About kinematic consistency in the inverse dynamics problem in biomechanics

Abstract

The inverse dynamic analysis is used in the study of the human gait to evaluate the reaction forces transmitted between anatomical segments and to calculate the net joint moments resulting from the muscle activity in each joint. There are two approaches well defined. In the clinical field reconstruction techniques are often applied. The errors caused, mainly, by the relative movement of the skin over the bones make that the joint centres localized in two adjacent segments do not place the same position in the space. Velocities and accelerations are obtained through numerical derivation of the position. Finally, joint moment are calculated to balance the equilibrium equations. On the other hand, the engineers employ multibody models.
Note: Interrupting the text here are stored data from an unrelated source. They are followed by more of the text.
/* test_dist.c: central F and t tails and quantiles (src/dist.c).
 *
 * Reference values come from the project's methods note (shared/reference/methods.md,
 * section 1) and check-values.json beside it; each check names its ID and source, and
 * uses the tolerance stated there. Source codes used below:
 *   MP  = mpmath 1.2.1 at 40 digits (regularized incomplete beta, root-finding);
 *   EX  = exact rational arithmetic with Python fractions;
 *   TAB = a printed table, named;
 *   MEM = a table value quoted from memory, not checked against the printed page.
 * Checks without an outside value test identities, closed forms or self-consistency. */
#include <stdarg.h>
#include <stddef.h>
#include <stdint.h>
#include <setjmp.h>
#include <cmocka.h>

#include "numcheck.h"

#include <math.h>
#include <stdio.h>

#include <gsl/gsl_cdf.h>

#include "avow/dist.h"
#include "avow/util.h"

/* ---- checking helpers: each prints what it checked when it fails ---- */



/* Fail unless got == want exactly (as doubles; NaN fails). */
static void eq_at(double got, double want, const char *what, const char *file, int line)
{
    if (!(got == want)) {
        print_error("%s: got %.17g, want exactly %.17g\n", what, got, want);
        _fail(file, line);
    }
}
#define CHECK_EQ(got, want, what) eq_at((got), (want), (what), __FILE__, __LINE__)

/* Fail unless a status is as expected. */
static void status_at(int got, int want, const char *what, const char *file, int line)
{
    if (got != want) {
        print_error("%s: status %d, want %d\n", what, got, want);
        _fail(file, line);
    }
}
#define CHECK_STATUS(got, want, what) status_at((got), (want), (what), __FILE__, __LINE__)
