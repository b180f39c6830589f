/* anova.c: the analysis of `avow run`: cell summaries, the ANOVA table, planned contrasts
 * with their multiplicity adjustment, and the explorations. Everything rests on the
 * cell-means model (ARCHITECTURE.md): the reader's exact per-cell sums give exact cell
 * means, and every row of the table and every comparison is a linear hypothesis on them,
 * computed in exact rational arithmetic (GMP) and rounded once to binary64 at the end.
 *
 * Three fits, one model:
 *   - one factor: the hypothesis "all level means are equal" has the closed form
 *     sum n_i (ybar_i - ybar)^2 (dec_oneway), which needs no matrix;
 *   - several factors with every interaction and no block: each term is the hypothesis
 *     L_T mu = 0 with SS = (L_T m)' (L_T D^-1 L_T')^-1 (L_T m), m the cell means and
 *     D = diag(n); L_T's rows are the products, over the factors, of the centring rows
 *     (e_j - 1/L) for the term's factors and the averaging row (1/L) for the others, i.e.
 *     the term's effects under sum-to-zero coding. Each term is adjusted for all others;
 *   - with a block or without some interactions, the cell means are constrained: least
 *     squares on the cells with sum-to-zero effect coding X (intercept, terms, blocks),
 *     beta = (X'DX)^-1 X'D m, and each term's SS = beta_T' (V_TT)^-1 beta_T with
 *     V = (X'DX)^-1, again adjusted for all other terms. Cells without data are allowed
 *     as long as X'DX is invertible. The residual adds what the model leaves out (block by
 *     treatment, omitted interactions) to the variation within cells. */
#include "avow/evaluate.h"

#include <math.h>
#include <stdio.h>
#include <string.h>

#include "avow/dist.h"
#include "avow/exactla.h"
#include "avow/noncentral.h"
#include "analysis.h"
#include "avow/dunnett.h"
#include "avow/multiplicity.h"
#include "avow/srange.h"

static void set_rat(mpq_t q, avow_rat r)
{
    mpz_set_si(mpq_numref(q), (long)r.num);
    mpz_set_si(mpq_denref(q), (long)r.den);
    mpq_canonicalize(q);
}

/* Most parameters of a least-squares fit (a block, or interactions left out): the exact
 * inverse costs about p^3 operations on numbers of about p digits (134 parameters take
 * 1.5 s on the development machine). */
#define AVOW_MAX_GENERAL_PARAMS 300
They apply techniques to reduce the measurement errors and to obtain kinematically consistent data up to the acceleration level and calculate reaction and driving actions by means of the Lagrange multipliers. There is no agreement about which approach provides better results. The first procedure presents errors due to the skin motion which are avoid in the second method introducing errors inherent to the model. In this work, the two approaches were compared. Dynamic residuals defined to balance the Newton's equations were used as a measure of the model goodness. A discussion about the effect of the kinematically inconsistent data on the second approach was carried out. Results highlighted that the addition to the recorded motion of kinematic constrains according to a multibody model could lead to worse results in the inverse dynamic problem.